As things were, nevertheless, when I got back Stateside I put aside my six months of repeated listens for newer sounds in late summer 1986. Somewhere between that last year in the Navy and the return to my life I'd left my copy of Underwater Moonlight with some lucky friend or hapless stranger (it could have been either considering the overbearing music snobbery I'd become known for - always entering other peoples cars clutching a handful of tapes that would be the only ones played during that particular trip lest anyone deal with my pouting and sneering) and forgotten about it entirely.

Twenty-one years is a long time to wait for deserved and real recognition, but that's exactly how long it's been since Kimberly Rew, Morris Windsor, Matthew Seligman, and the inimitable Robyn Hitchcock first lay their Underwater Moonlight eggs under the skin of a shifting and agitated music world. Looking back and hearing this masterwork for the first time again you quickly realize that this was music caught in-between and across the grain. Stranded, so to speak, on an island between punk rock's fading fury and new wave's first swell. Hitchcock's obvious fondness for psychedelic sonnets wrestled with the urge to make (or mock) pop music in the most classic styles. The Beatles clashed with the Beach Boys (the closing harmonies of "Positive Vibrations" bring focus to this approach as the band sweetly sing the word " vi-i-brations" over a jangling sitar) while Hitchcock soaked pure sonic joy with odd and sometimes creepy lyrical psychedelia (try "I Got the Hots" "here I am / looking out at the crystal world / floating currents of human eyes / baking land under creamy skies" on for size). But the band was not entirely elliptical, the simple political anti-war message of "I Wanna Destroy You" painted the band as a minor-ly brilliant straight pop band that took to balancing its straight songs against vicious, sly humor, queer experimentation, and general all-around shrewdness. Such was the singular and uncanny eminence of Underwater Moonlight. But silence flooded the void behind the records appearance, the English press dismissed them as quirky and too pop and the Stated never really got introduced to the pleasures ("We were the wrong ship on the wrong planet" Hitchcock recently told journalist David Fricke).

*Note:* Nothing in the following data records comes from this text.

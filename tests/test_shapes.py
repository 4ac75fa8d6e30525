"""Shapes: areas, lengths, corners and parallel outlines against closed forms; what is refused."""

from __future__ import annotations

import math
from collections.abc import Callable

import numpy as np
import pytest
from scipy.optimize import minimize_scalar
from scipy.special import ellipe

from wiresolve.describe import polygons
from wiresolve.describe.curves import Arc, Line, Loop
from wiresolve.describe.shapes import (
    Circle,
    Ellipse,
    Hexagon,
    Polygon,
    Rectangle,
    Shape,
    Trapezoid,
    Triangle,
)
from wiresolve.errors import InputError

L_POINTS = ((0, 0), (36, 0), (36, 12), (12, 12), (12, 30), (0, 30))
L_SHAPE = Polygon(L_POINTS)
NOTCHED = Polygon(((0, 0), (30, 0), (30, 9), (16, 9), (16, 4), (14, 4), (14, 9), (0, 9)))
BOW_TIE = ((0, 0), (10, 10), (10, 0), (0, 10))
ROOT3 = math.sqrt(3)


def degrees(opposite: float, adjacent: float) -> float:
    return math.degrees(math.atan2(opposite, adjacent))


# Closed forms: shape, area, perimeter, interior angles of its corners in degrees.
KNOWN: list[tuple[Shape, float, float, list[float]]] = [
    (Circle(10), 25 * math.pi, 10 * math.pi, []),
    # Perimeter of an ellipse: 4 a E(1 - b^2/a^2), the complete elliptic integral.
    (Ellipse(20, 10), 50 * math.pi, 40 * float(ellipe(0.75)), []),
    (Ellipse(8, 40, rotation_deg=33), 80 * math.pi, 80 * float(ellipe(0.96)), []),
    (Ellipse(7, 7), 12.25 * math.pi, 7 * math.pi, []),
    (Rectangle(30, 20), 600, 100, [90] * 4),
    (Rectangle(30, 20, corner_radius_nm=4), 600 - (4 - math.pi) * 16, 100 - (8 - 2 * math.pi) * 4, []),
    (Rectangle(30, 20, corner_radius_nm=10, rotation_deg=70), 200 + 100 * math.pi, 20 + 20 * math.pi, []),
    (Hexagon(across_flats_nm=40), 800 * ROOT3, 240 / ROOT3, [120] * 6),
    (Hexagon(across_corners_nm=40), 600 * ROOT3, 120, [120] * 6),
    (Triangle(side_nm=12), 36 * ROOT3, 36, [60] * 3),
    (Triangle(base_nm=6, height_nm=4), 12, 16, [2 * degrees(3, 4), degrees(4, 3), degrees(4, 3)]),
    (Trapezoid(20, 10, 12), 180, 56, [degrees(12, 5), degrees(12, 5), 180 - degrees(12, 5), 180 - degrees(12, 5)]),
    (Trapezoid(10, 20, 12), 180, 56, [degrees(12, 5), degrees(12, 5), 180 - degrees(12, 5), 180 - degrees(12, 5)]),
    (L_SHAPE, 648, 132, [90] * 5 + [270]),
    (Polygon(L_POINTS, corner_radius_nm=2, rotation_deg=-25), 648 - (4 - math.pi) * 4, 132 - 6 * (4 - math.pi), []),
]  # fmt: skip
NAMES = [f"{shape.kind}{k}" for k, (shape, *_) in enumerate(KNOWN)]


@pytest.mark.parametrize(("shape", "area", "perimeter", "angles"), KNOWN, ids=NAMES)
def test_measures_are_the_closed_forms(shape: Shape, area: float, perimeter: float, angles: list[float]) -> None:
    loop = shape.loop()
    assert loop.area == pytest.approx(area, rel=1e-13)
    assert loop.perimeter == pytest.approx(perimeter, rel=1e-12)
    assert loop.centroid == pytest.approx((0, 0), abs=1e-12)
    found = sorted(math.degrees(angle) for _, angle in loop.corners())
    assert found == pytest.approx(sorted(angles), abs=1e-9)
    for before, after in zip(loop.segments, (*loop.segments[1:], loop.segments[0]), strict=True):
        assert math.dist(before.end, after.start) < 1e-12 * perimeter


@pytest.mark.parametrize("shape", [shape for shape, *_ in KNOWN], ids=NAMES)
def test_moving_and_turning_keep_the_measures(shape: Shape) -> None:
    loop = shape.loop()
    away = loop.rotated(0.7).moved(3, -5)
    assert away.area == pytest.approx(loop.area, rel=1e-12)
    assert away.centroid == pytest.approx((3, -5), abs=1e-11)
    assert sorted(a for _, a in away.corners()) == pytest.approx(sorted(a for _, a in loop.corners()), abs=1e-9)


@pytest.mark.parametrize("segment", [s for shape, *_ in KNOWN for s in shape.loop().segments][::3])
def test_tangent_is_the_derivative_of_the_point(segment: Line | Arc) -> None:
    t, h = np.linspace(0.1, 0.9, 5), 1e-6
    slope = (segment.point(t + h) - segment.point(t - h)) / (2 * h)
    assert segment.tangent(t) == pytest.approx(slope, rel=1e-7, abs=1e-7)


# Steiner's formula for the area inside a parallel curve at distance t: A + P t + pi t^2 where no corner is mitred
# (a convex mitre of turn w adds (tan(w/2) - w/2) t^2, a concave corner takes as much away).
@pytest.mark.parametrize("t", [0.1, 2.0, 9.0])
@pytest.mark.parametrize("shape", [shape for shape, *_ in KNOWN if shape.kind != "polygon"], ids=NAMES[:-2])
def test_parallel_outline_encloses_what_steiner_says(shape: Shape, t: float) -> None:
    loop = shape.loop()
    turns = [math.pi - angle for _, angle in loop.corners()]
    area = loop.area + loop.perimeter * t + math.pi * t**2 + sum(math.tan(w / 2) - w / 2 for w in turns) * t**2
    assert shape.grown(t).area == pytest.approx(area, rel=1e-9)


def test_parallel_outline_of_a_concave_polygon() -> None:
    # By hand: the L grown by 3 is an L of legs 42 x 18 and 18 x 36.
    assert L_SHAPE.grown(3).area == pytest.approx(42 * 18 + 18 * 18, rel=1e-13)
    assert sorted(math.degrees(a) for _, a in L_SHAPE.grown(3).corners()) == pytest.approx([90] * 5 + [270])
    # Rounded by 2: the five outer corners have the radius 5, the inner one (2 - 3 < 0) has become sharp.
    rounded = Polygon(L_POINTS, corner_radius_nm=2).grown(3)
    assert rounded.area == pytest.approx(42 * 18 + 18 * 18 - 5 * (1 - math.pi / 4) * 25, rel=1e-12)
    assert [math.degrees(a) for _, a in rounded.corners()] == pytest.approx([270])
    # Grown by less, the inner corner keeps a radius of 2 - 1.5.
    less = Polygon(L_POINTS, corner_radius_nm=2).grown(1.5)
    area = 39 * 15 + 15 * 18 - (5 * 3.5**2 - 0.5**2) * (1 - math.pi / 4)
    assert less.area == pytest.approx(area, rel=1e-12)


@pytest.mark.parametrize(("width", "height", "t"), [(20, 10, 2.0), (10, 20, 7.0), (40, 8, 0.5), (20, 19, 5.0)])
def test_parallel_curve_of_an_ellipse_keeps_its_distance(width: float, height: float, t: float) -> None:
    a, b = width / 2, height / 2
    curve = Ellipse(width, height).grown(t).segments[0]
    for x, y in curve.point(np.linspace(0, 0.999, 37)):
        around = math.atan2(y / b, x / a)

        def squared(s: float, x: float = x, y: float = y) -> float:
            return (x - a * math.cos(s)) ** 2 + (y - b * math.sin(s)) ** 2

        foot = minimize_scalar(squared, bounds=(around - 0.9, around + 0.9), method="bounded", options={"xatol": 1e-12})
        assert math.sqrt(foot.fun) == pytest.approx(t, abs=1e-9 * width)


def test_hexagon_has_flats_at_top_and_bottom() -> None:
    points = Hexagon(across_flats_nm=40).loop().sample(1)
    assert np.ptp(points[:, 1]) == pytest.approx(40)
    assert np.ptp(points[:, 0]) == pytest.approx(80 / ROOT3)


def test_grown_circle_and_hexagon_are_circle_and_hexagon() -> None:
    assert Circle(10).grown(3).is_circle == ((0, 0), 8)
    flats = Hexagon(across_flats_nm=20).grown(5).sample(1)
    assert flats == pytest.approx(Hexagon(across_flats_nm=30).loop().sample(1), abs=1e-12)


def test_square_rounded_all_the_way_is_a_circle() -> None:
    found = Rectangle(10, 10, corner_radius_nm=5).loop().is_circle
    assert found is not None
    assert found[1] == pytest.approx(5)
    assert Rectangle(10, 9, corner_radius_nm=4.5).loop().is_circle is None


def inside_ellipse(x: np.ndarray, y: np.ndarray) -> np.ndarray:
    turned = math.radians(33)
    u, v = x * math.cos(turned) + y * math.sin(turned), -x * math.sin(turned) + y * math.cos(turned)
    return (u / 4) ** 2 + (v / 20) ** 2 < 1


def inside_round_rectangle(x: np.ndarray, y: np.ndarray) -> np.ndarray:
    u, v = np.maximum(np.abs(x) - 11, 0), np.maximum(np.abs(y) - 6, 0)
    return np.hypot(u, v) < 4


def inside_l(x: np.ndarray, y: np.ndarray) -> np.ndarray:
    cx, cy = (36 * 12 * 18 + 12 * 18 * 6) / 648, (36 * 12 * 6 + 12 * 18 * 21) / 648
    u, v = x + cx, y + cy
    return ((u > 0) & (u < 36) & (v > 0) & (v < 12)) | ((u > 0) & (u < 12) & (v > 0) & (v < 30))


@pytest.mark.parametrize(
    ("loop", "formula"),
    [
        (Circle(20).loop(), lambda x, y: np.hypot(x, y) < 10),
        (Ellipse(8, 40, 33).loop(), inside_ellipse),
        (Rectangle(30, 20, 4).loop(), inside_round_rectangle),
        (L_SHAPE.loop(), inside_l),
        (Ellipse(20, 20.0000001).grown(3), lambda x, y: np.hypot(x, y) < 13),
    ],
    ids=["circle", "ellipse", "rounded", "L", "spline"],
)
def test_contains_agrees_with_the_formula(loop: Loop, formula: Callable[[np.ndarray, np.ndarray], np.ndarray]) -> None:
    random = np.random.default_rng(7)
    points = random.uniform(-25, 25, (4000, 2))
    # Rays through the joints of arcs and the corners of polygons must not be counted twice or not at all.
    heights = np.concatenate([loop.sample(2)[:, 1], [0.0]])
    points = np.vstack([points, *(np.column_stack([random.uniform(-25, 25, 40), np.full(40, y)]) for y in heights)])
    shifts = 1e-3 * np.array([(0, 0), (1, 1), (1, -1), (-1, 1), (-1, -1)])
    around = np.array([formula(*(points + shift).T) for shift in shifts])
    clear = (around == around[0]).all(axis=0)  # not on the outline itself
    assert clear.sum() > 4000
    assert np.array_equal(loop.contains(points[clear]), around[0][clear])


def test_sides_are_numbered_from_the_bottom_one_counter_clockwise() -> None:
    names = [s.name for s in Rectangle(4, 2).loop().segments]
    assert names == ["side 1", "side 2", "side 3", "side 4"]
    middles = [s.point(np.array([0.5]))[0].tolist() for s in Rectangle(4, 2).loop().segments]
    assert middles == [[0, -1], [2, 0], [0, 1], [-2, 0]]
    # A polygon listed clockwise from its top is the same polygon.
    assert Polygon(((0, 30), (12, 30), (12, 12), (36, 12), (36, 0), (0, 0))) == L_SHAPE
    bottom = L_SHAPE.loop().segments[0]
    assert bottom.name == "side 1"
    assert math.dist(bottom.start, bottom.end) == 36


def test_edges_by_direction() -> None:
    assert Hexagon(across_flats_nm=10).sides_of("right") == ("side 2", "side 3")
    assert Hexagon(across_flats_nm=10).sides_of("top") == ("side 4",)
    assert "top" not in Triangle(side_nm=10).edge_names()
    assert Triangle(side_nm=10).edge_names()[-1] == "rim"
    assert L_SHAPE.sides_of("top") == ("side 3", "side 5")
    assert Circle(3).edge_names() == ("rim",)
    with pytest.raises(InputError, match="'bottom'"):
        Rectangle(4, 2).sides_of("botom")


def test_coats_of_single_sides() -> None:
    coated = Rectangle(10, 6).coated(2, {"side 1": 0.0})
    x, y = coated.sample(1).T
    assert (x.min(), x.max(), y.min(), y.max()) == (-7, 7, -3, 5)
    hexagon = Hexagon(across_flats_nm=20).coated(0, {"side 2": 3.0})
    side = hexagon.segments[1]
    normal = (math.cos(-math.pi / 6), math.sin(-math.pi / 6))
    assert np.array(side.start) @ normal == pytest.approx(13)
    assert np.array(side.end) @ normal == pytest.approx(13)
    with pytest.raises(InputError, match="no sides to coat singly"):
        Circle(3).coated(2, {"bottom": 1.0})


def test_smallest_feature_is_the_thinnest_part() -> None:
    assert L_SHAPE.smallest_feature_nm == 12
    assert Rectangle(30, 5).smallest_feature_nm == 5
    thin = Polygon(((0, 0), (30, 0), (30, 30), (16, 30), (16, 1), (14, 1), (14, 30), (0, 30)))
    assert thin.smallest_feature_nm == 1


@pytest.mark.parametrize(
    ("build", "field", "words"),
    [
        (lambda: Circle(-10), "diameter", "must be positive"),
        (lambda: Circle(0), "diameter", "must be positive"),
        (lambda: Circle(1e9), "diameter", "between 0.1 nm and 10000 nm"),
        (lambda: Circle(1e-6), "diameter", "between 0.1 nm and 10000 nm"),
        (lambda: Circle(math.nan), "diameter", "finite"),
        (lambda: Circle("10"), "diameter_nm", "must be a number"),
        (lambda: Circle(True), "diameter", "must be a number"),
        (lambda: Ellipse(10, -1), "height", "must be positive"),
        (lambda: Ellipse(9000, 1), "width", "1000 times as long as wide"),
        (lambda: Ellipse(10, 5, rotation_deg=4000), "rotation", "between -360 deg and 360 deg"),
        (lambda: Rectangle(10, 5, corner_radius_nm=3), "corner_radius", "at most 2.5 nm fits"),
        (lambda: Rectangle(10, 5, corner_radius_nm=-1), "corner_radius", "must be positive"),
        (lambda: Hexagon(), "across_flats", "exactly one"),
        (lambda: Hexagon(across_flats_nm=3, across_corners_nm=3), "across_flats", "exactly one"),
        (lambda: Triangle(), "side", "is missing"),
        (lambda: Triangle(base_nm=3), "height", "is missing"),
        (lambda: Triangle(side_nm=3, height_nm=3), "side", "either"),
        (lambda: Triangle(base_nm=1, height_nm=900), "height", "folds back at point 3"),
        (lambda: Polygon(BOW_TIE), "points", "from point 1 to 2 crosses that from point 3 to 4"),
        (lambda: Polygon(((0, 0), (9, 0), (9, 9), (4, 0), (0, 9))), "points", "crosses"),
        (lambda: Polygon(((0, 0), (10, 10))), "points", "at least 3 points"),
        (lambda: Polygon(((0, 0), (5, 5), (10, 10))), "points", "points 1 to 3 lie on one line"),
        (lambda: Polygon(((0, 0), (10, 0), (10, 0), (0, 10))), "points", "points 2 and 3 coincide"),
        (lambda: Polygon(((0, 0), (10, 0), (0, 10), (0, 0))), "points", "closes by itself"),
        (lambda: Polygon(((0, 0), (10, 0), (8, 1e-6))), "points", "one line"),
        (lambda: Polygon(((0, 0), (10, 0), (20, 0), (15, 0), (5, 9))), "points", "crosses|folds back"),
        (lambda: Polygon(((0, 0), (10, 0), (math.inf, 10))), r"points\[3\]", "finite"),
        (lambda: Polygon(((0, 0), (10, 0), (0, 10, 3))), r"points\[3\]", "pair"),
        (lambda: Polygon(((0, 0), (0.01, 0), (0, 0.01))), "points", "between 0.1 nm"),
        (lambda: Polygon(tuple((math.cos(k / 200), math.sin(k / 200)) for k in range(1200))), "points", "at most 1000"),
        (lambda: NOTCHED.grown(2), "thickness", "vanishes|crosses"),
        (lambda: Polygon(L_POINTS, 5).coated(3, {"side 3": 0}), "thickness", "at least as thick as its radius"),
        (lambda: Polygon(L_POINTS, corner_radius_nm=5).grown(20), "thickness", "no longer fit"),
    ],
)  # fmt: skip
def test_what_is_refused(build: Callable[[], object], field: str, words: str) -> None:
    with pytest.raises(InputError, match=words) as caught:
        build()
    assert caught.match(f"^{field}: ")
    assert "\n" not in str(caught.value)


def test_points_on_a_straight_side_are_kept_and_grow() -> None:
    square = Polygon(((0, 0), (5, 0), (10, 0), (10, 10), (0, 10)))
    assert square.loop().area == pytest.approx(100, rel=1e-14)
    assert len(square.loop().corners()) == 4
    assert square.grown(1).area == pytest.approx(144)
    with pytest.raises(InputError, match="equally thick"):
        square.coated(1, {"side 1": 2.0})


def test_a_polygon_of_many_points_is_checked_in_full() -> None:
    n = 400
    around = [(10 * math.cos(2 * math.pi * k / n), 10 * math.sin(2 * math.pi * k / n)) for k in range(n)]
    assert polygons.crossing(around) is None
    around[100], around[101] = around[101], around[100]
    assert polygons.crossing(around) is not None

So it should be no surprise that after two decades Matador Records has reset history and are attempting to do the admirable thing in giving this lost classic some of its just due. It should also, however, come as no surprise that Matador has bloated this re-issue into a two disc affair that stretches the exceptional moment of Underwater's ten original tunes into an uncalled for excess. Such is life in the CD era, and that's not to complain about the quality of the songs because the nine tunes that follow the appropriate ten are quite fine slabs of Hitchcock-ian warped pop (the second disc is a little shaky in quality and probably only of cursory interest). But this record - the right and proper Underwater Moonlight - deserves every bit of the admiration for it's brief and brilliant original vision. The record, quite simply, stands out as a staggering listen that is clearly more than enough to state the Soft Boys inarguable place in rock mythology. Anything more is just, well, filler. With that in mind, ignore the minor complaints and get this package just to experience the exhilaration of (re) discovery, and the bewilderment of why you may have never heard this stuff in the first place.